In her piece for Free Press, Lisa Selin Davis, reports on her investigations into the field of contemporary therapy. She discusses the worrying activist turn which does not appear to serve the best interests of the majority of clients. In her excellent article she interviews a range of people who have very significant concerns about the direction therapy is moving in; she talks to therapists, consumers of therapy and the people who are developing organisations in order to defend traditional therapy. Below is a short verbatim excerpt from her piece which gives an example of the negative impact of Critical Social Justice ideology in the clinical space – to read the full article go to Free Press.

‘Andrew Hartz, a clinical psychologist in New York, points out that when a therapist injects a specific political worldview into the therapy room, many patients are left feeling it isn’t “safe to ask questions.” This population includes, he says, conservatives, liberals, and moderates who feel stifled and censored; people of color who are concerned about racism yet object to anti-racism ideology; gay people alienated by the LGBT culture wars; cops vilified by communities they serve; and more. 

Kobi Nelson, now a 41-year-old high school teacher in Colorado, was seeing a therapist for anxiety and depression and to help her assert herself more. Nelson grew up working class in the fundamentalist Church of Christ community outside of Denver, where she was taught that girls should be quiet and self-effacing. 
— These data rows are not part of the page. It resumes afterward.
impl Trial {
    /// Corrects a film frame by frame, each told of the metal there was a frame ago.
    fn run(grade: &Grade, seed: u64) -> Self {
        let film = film(grade, seed);
        let mut builder = SceneBuilder::new(SceneSettings { darker: true });
        film.frames[..grade.bare].iter().for_each(|f| builder.push(f));
        let scene = builder.finish().unwrap();
        let mut guess = [0.0; 2];
        let mut corrected = Vec::new();
        for (k, frame) in film.frames.iter().enumerate() {
            let metal = film.near_metal.mapv(|arrival| arrival < k);
            let one = scene.correct(frame, Some(&metal), guess);
            assert_eq!(one.verdict, None, "frame {k}");
            guess = one.drift_px;
            corrected.push(one);
        }
        Self { film, scene, corrected }
    }

    /// Root mean square of the drift's error along one axis (0 x, 1 y), px.
    fn drift_rms(&self, axis: usize) -> f64 {
        let pairs = self.corrected.iter().zip(&self.film.drift);
        let sum: f64 = pairs.map(|(c, truth)| (c.drift_px[axis] - truth[axis]).powi(2)).sum();
        (sum / self.corrected.len() as f64).sqrt()
    }

    /// Mean and standard deviation of residual / noise / noise factor away from metal.
    fn bare_ground(&self) -> (f64, f64) {
        let (mut sum, mut squares, mut count) = (0.0, 0.0, 0.0);
        for (k, one) in self.corrected.iter().enumerate().skip(6) {
            for ((at, &residual), &noise) in one.residual.indexed_iter().zip(self.scene.noise()) {
                let z = f64::from(residual / noise / one.noise_factor);
                // Dust is no part of the ground.
                if self.film.near_metal[at] > k && z.abs() < 5.0 {
                    sum += z;
                    squares += z * z;
                    count += 1.0;
                }
            }
        }
        (sum / count, (squares / count).sqrt())
    }

    /// Mean residual on the middle of the 3-px line over what a perfect correction leaves there.
    fn line_kept(&self) -> f64 {
        let (mut sum, mut count) = (0.0, 0.0);
        for (k, one) in self.corrected.iter().enumerate().skip(6) {
            for &(y, x, arrival) in &self.film.core {
                let value = one.residual[[y, x]];
                if arrival < k && value.is_finite() {
                    sum += f64::from(value);
                    count += 1.0;
                }
            }
        }
        sum / count / self.film.ideal_depth
    }
}

fn median(mut values: Vec<f64>) -> f64 {
    values.sort_by(f64::total_cmp);
    values[values.len() / 2]
}

/// Drift (RMS over both axes, px), share of the line lost or gained, and evenness of the ground: medians over three films.
fn holds(grade: &Grade, drift_px: f64, line: f64) {
    let trials: Vec<Trial> = (1..=3).map(|seed| Trial::run(grade, seed)).collect();
    let drift = median(trials.iter().map(|t| t.drift_rms(0).hypot(t.drift_rms(1))).collect());
    let kept = median(trials.iter().map(Trial::line_kept).collect());
    println!("drift {drift:.4} px, line kept {kept:.3}, ground {:.3?}", trials[0].bare_ground());
    assert!(drift < drift_px, "drift {drift}");
    assert!((kept - 1.0).abs() < line, "line kept {kept}");
    for trial in &trials {
        let (mean, spread) = trial.bare_ground();
        assert!(mean.abs() < 0.1 && (0.75..1.15).contains(&spread), "ground {mean} {spread}");
    }
}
Nelson was pursuing a PhD in education at the University of Colorado a few years ago, and her therapist encouraged her to speak up in class. Many of the classes, from “urban education” to “critical theory,” focused on power, privilege, and critical race theory. This explicitly linked whiteness with oppression

One day, Nelson followed her therapist’s advice and raised her hand to ask why it was okay for students of color to have “safe spaces” to work out racial issues, but white students struggling to understand their “privilege” shouldn’t. “What if white people could have ‘safe spaces’ to work out their privilege in places of higher education before they became urban teachers?” she inquired. 
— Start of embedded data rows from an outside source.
import fc from 'fast-check';
import { describe, expect, it } from 'vitest';
import { sameContent } from '@/components/entry/editor/content';
import { formFrom, type CutForm, type EntryForm, type ReadingForm } from '@/components/entry/editor/form';
import { contentFrom } from '@/components/entry/editor/to-content';
import type { EntryContent } from '@/lib/entries/schema';
import type { Units } from '@/lib/units/units';
import { content, cut, OTHER_READING, reading, READING } from './factories';

const NOW = new Date('2026-06-01T12:00:00Z');
const BASE = content({
  title: 'Fig by the cistern',
  species: 'ficus-carica',
  cut: cut({
    date: '2026-03-03',
    kind: 'heading',
    severity: 0.4,
    tip: 'removed',
    branches: 4,
    retainedLength: 1.812345,
  }),
  readings: [reading()],
});

interface Change {
  readonly form?: Partial<EntryForm>;
  readonly cut?: Partial<CutForm>;
  readonly reading?: Partial<ReadingForm>;
}

function written(change: Change, base: EntryContent = BASE, units: Units = 'metric') {
  const form = formFrom(base, units);
  const before = form.readings[READING];
  return contentFrom(
    {
      ...form,
      ...change.form,
      cut: { ...form.cut, ...change.cut },
      readings: before ? { ...form.readings, [READING]: { ...before, ...change.reading } } : form.readings,
    },
    base.readings.map(({ id }) => id),
    base.doc,
    base,
    units,
    NOW,
  );
}

describe('what is stored, out of what stands in the fields', () => {
  it('fields that nobody touched keep what is stored to the last digit, in either units', () => {
    const length = fc.integer({ min: 0, max: 99_000_000 }).map((micrometres) => micrometres / 1e6);
    fc.assert(
      fc.property(length, length, fc.constantFrom<Units>('metric', 'imperial'), (long, short, units) => {
        const base = {
          ...BASE,
          place: { ...BASE.place, elevation: Math.round(long * 10) / 10 },
          cut: { ...BASE.cut, removedLength: long, intensity: Math.round(short * 1e4) / 1e6 },
          readings: [reading({ longestShoot: short, dieback: long })],
        };
        expect(written({}, base, units)).toEqual({ content: base, problems: [] });
      }),
    );
  });

  it('reads lengths in the reader’s units and keeps metres', () => {
    expect(written({ cut: { retainedLength: '2,1' } }).content.cut.retainedLength).toBe(2.1);
    expect(written({ cut: { retainedLength: '2 ft 6' } }, BASE, 'imperial').content.cut.retainedLength).toBe(
      0.762,
    );
    expect(written({ reading: { longestShoot: '31' } }).content.readings[0]?.longestShoot).toBe(0.31);
    expect(
      written({ reading: { longestShoot: '12' } }, BASE, 'imperial').content.readings[0]?.longestShoot,
    ).toBe(0.3048);
  });

  it('an uncut control is severity 0 with its tip kept, whatever the other fields say', () => {
    const { content: kept, problems } = written({ cut: { kind: 'none', severity: 0.4, tip: 'removed' } });
    expect(kept.cut).toMatchObject({ kind: 'none', severity: 0, tip: 'kept', severityEstimated: false });
    expect(problems).toEqual([]);
  });

  it('counts become one number a branch, or a total with its branches', () => {
    expect(written({ reading: { counts: '3 x 0 8' } }).content.readings[0]).toMatchObject({
      counts: [3, null, 0, 8],
      total: null,
      branches: null,
    });
    expect(written({ reading: { counts: '31 on 4' } }).content.readings[0]).toMatchObject({
      counts: null,
      total: 31,
      branches: 4,
    });
  });

  it.each<[string, Change, string]>([
    ['a count that is none', { reading: { counts: '7 many' } }, `readings.${READING}.counts`],
    ['more counts than branches', { reading: { counts: '1 2 3 4 5' } }, `readings.${READING}.counts`],
    ['a count of a reading, by fewer branches', { cut: { branches: '2' } }, `readings.${READING}.counts`],
    ['half a branch', { cut: { branches: '2.5' } }, 'cut.branches'],
    ['no branch', { cut: { branches: '0' } }, 'cut.branches'],
    ['too many branches', { cut: { branches: '501' } }, 'cut.branches'],
    ['a share over all', { cut: { intensity: '101' } }, 'cut.intensity'],
    ['a branch as thick as a house', { cut: { diameter: '600 cm' } }, 'cut.diameter'],
    ['a length below nothing', { cut: { removedLength: '-1' } }, 'cut.removedLength'],
    ['a day to come', { reading: { date: '2026-06-03' } }, `readings.${READING}.date`],
    ['a year half typed', { cut: { date: '0002-03-04' } }, 'cut.date'],
    ['a reading before its cut', { reading: { date: '2026-03-02' } }, `readings.${READING}.date`],
    ['a cut after its reading', { cut: { date: '2026-05-01' } }, `readings.${READING}.date`],
    ['a cut of nothing', { cut: { severity: 0 } }, 'cut.severity'],
    ['a species that is none', { form: { species: '', speciesTyped: 'figgy' } }, 'species'],
    ['a hill beyond the sky', { form: { elevation: '9001' } }, 'place.elevation'],
  ])('%s is named beside its field, and what is stored stays', (_what, change, path) => {
    const { content: kept, problems } = written(change);
    expect(problems.map((problem) => problem.path)).toEqual([path]);
    expect(sameContent(kept, BASE)).toBe(true);
  });

  it('all else is saved while one field cannot be', () => {
    const { content: kept } = written({ form: { title: 'Row 2' }, reading: { counts: '7 many' } });
    expect(kept.title).toBe('Row 2');
    expect(kept.readings[0]?.counts).toEqual([7, 9, null, 11]);
  });

  it('tomorrow’s date is somebody’s today', () => {
    expect(written({ reading: { date: '2026-06-02' } }).problems).toEqual([]);
  });

  it('a draft may be all but empty', () => {
    const { content: kept, problems } = written({}, content());
    expect(problems).toEqual([]);
    expect(kept).toEqual(content());
  });

  it('a new reading holds nothing until something is typed, and readings stand by date', () => {
    const form = formFrom(BASE, 'metric');
    const late = contentFrom(form, [OTHER_READING, READING], BASE.doc, BASE, 'metric', NOW);
    expect(late.content.readings.map(({ id, date }) => [id, date])).toEqual([
      [OTHER_READING, null],
      [READING, '2026-04-28'],
    ]);
  });
});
The room went silent, then the professor, a person of color, yelled at Nelson, “There are no safe spaces!” There was more yelling, and though one student gingerly pointed out that they’d probably misunderstood Nelson’s point, the others debated Nelson’s power and privilege. She was shaking, devastated, but she didn’t want to cry “white women’s tears” or leave, which would be seen as white privilege. After that, she says her fellow students shunned her, no longer collaborating on presentations or papers.
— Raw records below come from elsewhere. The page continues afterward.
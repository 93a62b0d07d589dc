import { ConfirmButton } from '@/components/form/ConfirmButton';
import { ROLES } from '@/lib/people/actor';
import type { Person } from '@/lib/people/schema';
import { RoleSelect } from './RoleSelect';

/** People, their roles, and whether their accounts are open. */
export function PeopleTable({ people }: { people: readonly Person[] }) {
  return (
    <div className="mt-6 overflow-x-auto" role="region" aria-label="People and roles" tabIndex={0}>
      <table>
        <thead>
          <tr>
            <th scope="col">person</th>
            <th scope="col">role</th>
            <th scope="col">account</th>
          </tr>
        </thead>
        <tbody>
          {people.map((person) => (
            <tr key={person.id} className="align-top">
              <th scope="row">
                {person.name}
                <span className="block font-normal text-soft">{person.email}</span>
                {person.disabled && <span className="block">disabled</span>}
              </th>
              <td>
                <RoleSelect id={person.id} name={person.name} role={person.role} roles={ROLES} />
              </td>
              <td>
                <AccountSwitch person={person} />
              </td>
            </tr>
          ))}
        </tbody>
      </table>
    </div>
  );
}

function AccountSwitch({ person: { id, name, email, disabled } }: { person: Person }) {
  if (disabled) {
    return (
      <ConfirmButton
        label={`Enable ${name}`}
        question={`${name} (${email}) can sign in again.`}
        yes="Enable"
        no="Leave disabled"
        method="POST"
        url={`/api/admin/people/${id}/enable`}
      />
    );
  }
  return (
    <ConfirmButton
      label={`Disable ${name}`}
      question={`${name} (${email}) is signed out everywhere and cannot sign in until enabled again. What they published stays.`}
      yes="Disable"
      no="Leave as it is"
      method="POST"
      url={`/api/admin/people/${id}/disable`}
    />
  );
}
When she talked to her therapist about what happened, the therapist pushed Nelson to examine her own racism, instead of helping her to deal with the pain of her public shaming. “It brought me right back to that place that I grew up in, which was this church that said because you are a woman, because of an immutable characteristic, you can’t speak up,” she told me. She felt she was treated like a “heretic” because she didn’t fit the model of an oppressed person. 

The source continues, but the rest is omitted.